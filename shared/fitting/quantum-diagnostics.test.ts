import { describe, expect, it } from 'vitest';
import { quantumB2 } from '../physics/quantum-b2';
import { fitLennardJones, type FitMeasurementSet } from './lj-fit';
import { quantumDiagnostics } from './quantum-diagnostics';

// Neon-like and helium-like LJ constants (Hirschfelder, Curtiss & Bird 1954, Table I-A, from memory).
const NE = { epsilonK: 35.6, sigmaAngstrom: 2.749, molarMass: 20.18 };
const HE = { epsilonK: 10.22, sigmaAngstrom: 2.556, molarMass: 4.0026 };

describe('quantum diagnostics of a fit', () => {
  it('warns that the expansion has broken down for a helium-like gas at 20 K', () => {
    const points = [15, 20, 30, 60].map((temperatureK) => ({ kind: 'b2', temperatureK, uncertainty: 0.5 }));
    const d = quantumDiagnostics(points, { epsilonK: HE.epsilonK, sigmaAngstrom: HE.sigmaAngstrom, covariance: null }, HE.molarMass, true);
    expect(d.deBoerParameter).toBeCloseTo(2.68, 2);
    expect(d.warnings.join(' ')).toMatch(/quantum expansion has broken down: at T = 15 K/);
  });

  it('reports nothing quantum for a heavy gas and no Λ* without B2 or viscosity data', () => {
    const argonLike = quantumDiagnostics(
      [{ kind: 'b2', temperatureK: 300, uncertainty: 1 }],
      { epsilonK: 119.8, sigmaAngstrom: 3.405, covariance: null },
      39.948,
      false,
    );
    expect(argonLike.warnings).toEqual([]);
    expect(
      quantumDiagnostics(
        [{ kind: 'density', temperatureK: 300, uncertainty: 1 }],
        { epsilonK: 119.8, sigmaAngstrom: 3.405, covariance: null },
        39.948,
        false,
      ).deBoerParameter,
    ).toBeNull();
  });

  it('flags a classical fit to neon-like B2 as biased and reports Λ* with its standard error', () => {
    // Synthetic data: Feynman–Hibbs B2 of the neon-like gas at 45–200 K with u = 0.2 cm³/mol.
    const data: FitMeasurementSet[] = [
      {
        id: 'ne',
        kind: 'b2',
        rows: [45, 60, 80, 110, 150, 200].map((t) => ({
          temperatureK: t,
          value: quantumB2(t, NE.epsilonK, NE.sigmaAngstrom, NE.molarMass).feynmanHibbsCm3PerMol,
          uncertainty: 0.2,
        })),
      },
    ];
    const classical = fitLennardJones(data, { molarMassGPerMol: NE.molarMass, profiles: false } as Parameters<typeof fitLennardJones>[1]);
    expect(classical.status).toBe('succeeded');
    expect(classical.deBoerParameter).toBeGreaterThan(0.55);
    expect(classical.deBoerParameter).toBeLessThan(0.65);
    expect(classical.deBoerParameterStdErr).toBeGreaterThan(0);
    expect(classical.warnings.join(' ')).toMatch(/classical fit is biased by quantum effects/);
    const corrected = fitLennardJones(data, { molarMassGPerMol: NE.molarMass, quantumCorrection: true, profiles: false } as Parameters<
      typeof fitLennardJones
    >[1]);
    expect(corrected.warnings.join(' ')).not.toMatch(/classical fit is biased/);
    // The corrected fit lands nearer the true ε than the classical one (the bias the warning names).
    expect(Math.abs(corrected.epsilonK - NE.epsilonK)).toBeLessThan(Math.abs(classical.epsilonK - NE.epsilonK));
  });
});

==========

• **Problem statement**: Write out all of the entries above, exactly and in full.

• **Your solution**:
filename shared/fitting/quantum-diagnostics.test.ts
import { describe, expect, it } from 'vitest';
import { quantumB2 } from '../physics/quantum-b2';
import { fitLennardJones, type FitMeasurementSet } from './lj-fit';
import { quantumDiagnostics } from './quantum-diagnostics';

// Neon-like and helium-like LJ constants (Hirschfelder, Curtiss & Bird 1954, Table I-A, from memory).
const NE = { epsilonK: 35.6, sigmaAngstrom: 2.749, molarMass: 20.18 };
const HE = { epsilonK: 10.22, sigmaAngstrom: 2.556, molarMass: 4.0026 };

describe('quantum diagnostics of a fit', () => {
  it('warns that the expansion has broken down for a helium-like gas at 20 K', () => {
    const points = [15, 20, 30, 60].map((temperatureK) => ({ kind: 'b2', temperatureK, uncertainty: 0.5 }));
    const d = quantumDiagnostics(points, { epsilonK: HE.epsilonK, sigmaAngstrom: HE.sigmaAngstrom, covariance: null }, HE.molarMass, true);
    expect(d.deBoerParameter).toBeCloseTo(2.68, 2);
    expect(d.warnings.join(' ')).toMatch(/quantum expansion has broken down: at T = 15 K/);
  });

  it('reports nothing quantum for a heavy gas and no Λ* without B2 or viscosity data', () => {
    const argonLike = quantumDiagnostics(
      [{ kind: 'b2', temperatureK: 300, uncertainty: 1 }],
      { epsilonK: 119.8, sigmaAngstrom: 3.405, covariance: null },
      39.948,
      false,
    );
    expect(argonLike.warnings).toEqual([]);
    expect(
      quantumDiagnostics(
        [{ kind: 'density', temperatureK: 300, uncertainty: 1 }],
        { epsilonK: 119.8, sigmaAngstrom: 3.405, covariance: null },
        39.948,
        false,
      ).deBoerParameter,
    ).toBeNull();
  });

  it('flags a classical fit to neon-like B2 as biased and reports Λ* with its standard error', () => {
    // Synthetic data: Feynman–Hibbs B2 of the neon-like gas at 45–200 K with u = 0.2 cm³/mol.
    const data: FitMeasurementSet[] = [
      {
        id: 'ne',
        kind: 'b2',
        rows: [45, 60, 80, 110, 150, 200].map((t) => ({
          temperatureK: t,
          value: quantumB2(t, NE.epsilonK, NE.sigmaAngstrom, NE.molarMass).feynmanHibbsCm3PerMol,
          uncertainty: 0.2,
        })),
      },
    ];
    const classical = fitLennardJones(data, { molarMassGPerMol: NE.molarMass, profiles: false } as Parameters<typeof fitLennardJones>[1]);
    expect(classical.status).toBe('succeeded');
    expect(classical.deBoerParameter).toBeGreaterThan(0.55);
    expect(classical.deBoerParameter).toBeLessThan(0.65);
    expect(classical.deBoerParameterStdErr).toBeGreaterThan(0);
    expect(classical.warnings.join(' ')).toMatch(/classical fit is biased by quantum effects/);
    const corrected = fitLennardJones(data, { molarMassGPerMol: NE.molarMass, quantumCorrection: true, profiles: false } as Parameters<
      typeof fitLennardJones
    >[1]);
    expect(corrected.warnings.join(' ')).not.toMatch(/classical fit is biased/);
    // The corrected fit lands nearer the true ε than the classical one (the bias the warning names).
    expect(Math.abs(corrected.epsilonK - NE.epsilonK)).toBeLessThan(Math.abs(classical.epsilonK - NE.epsilonK));
  });
});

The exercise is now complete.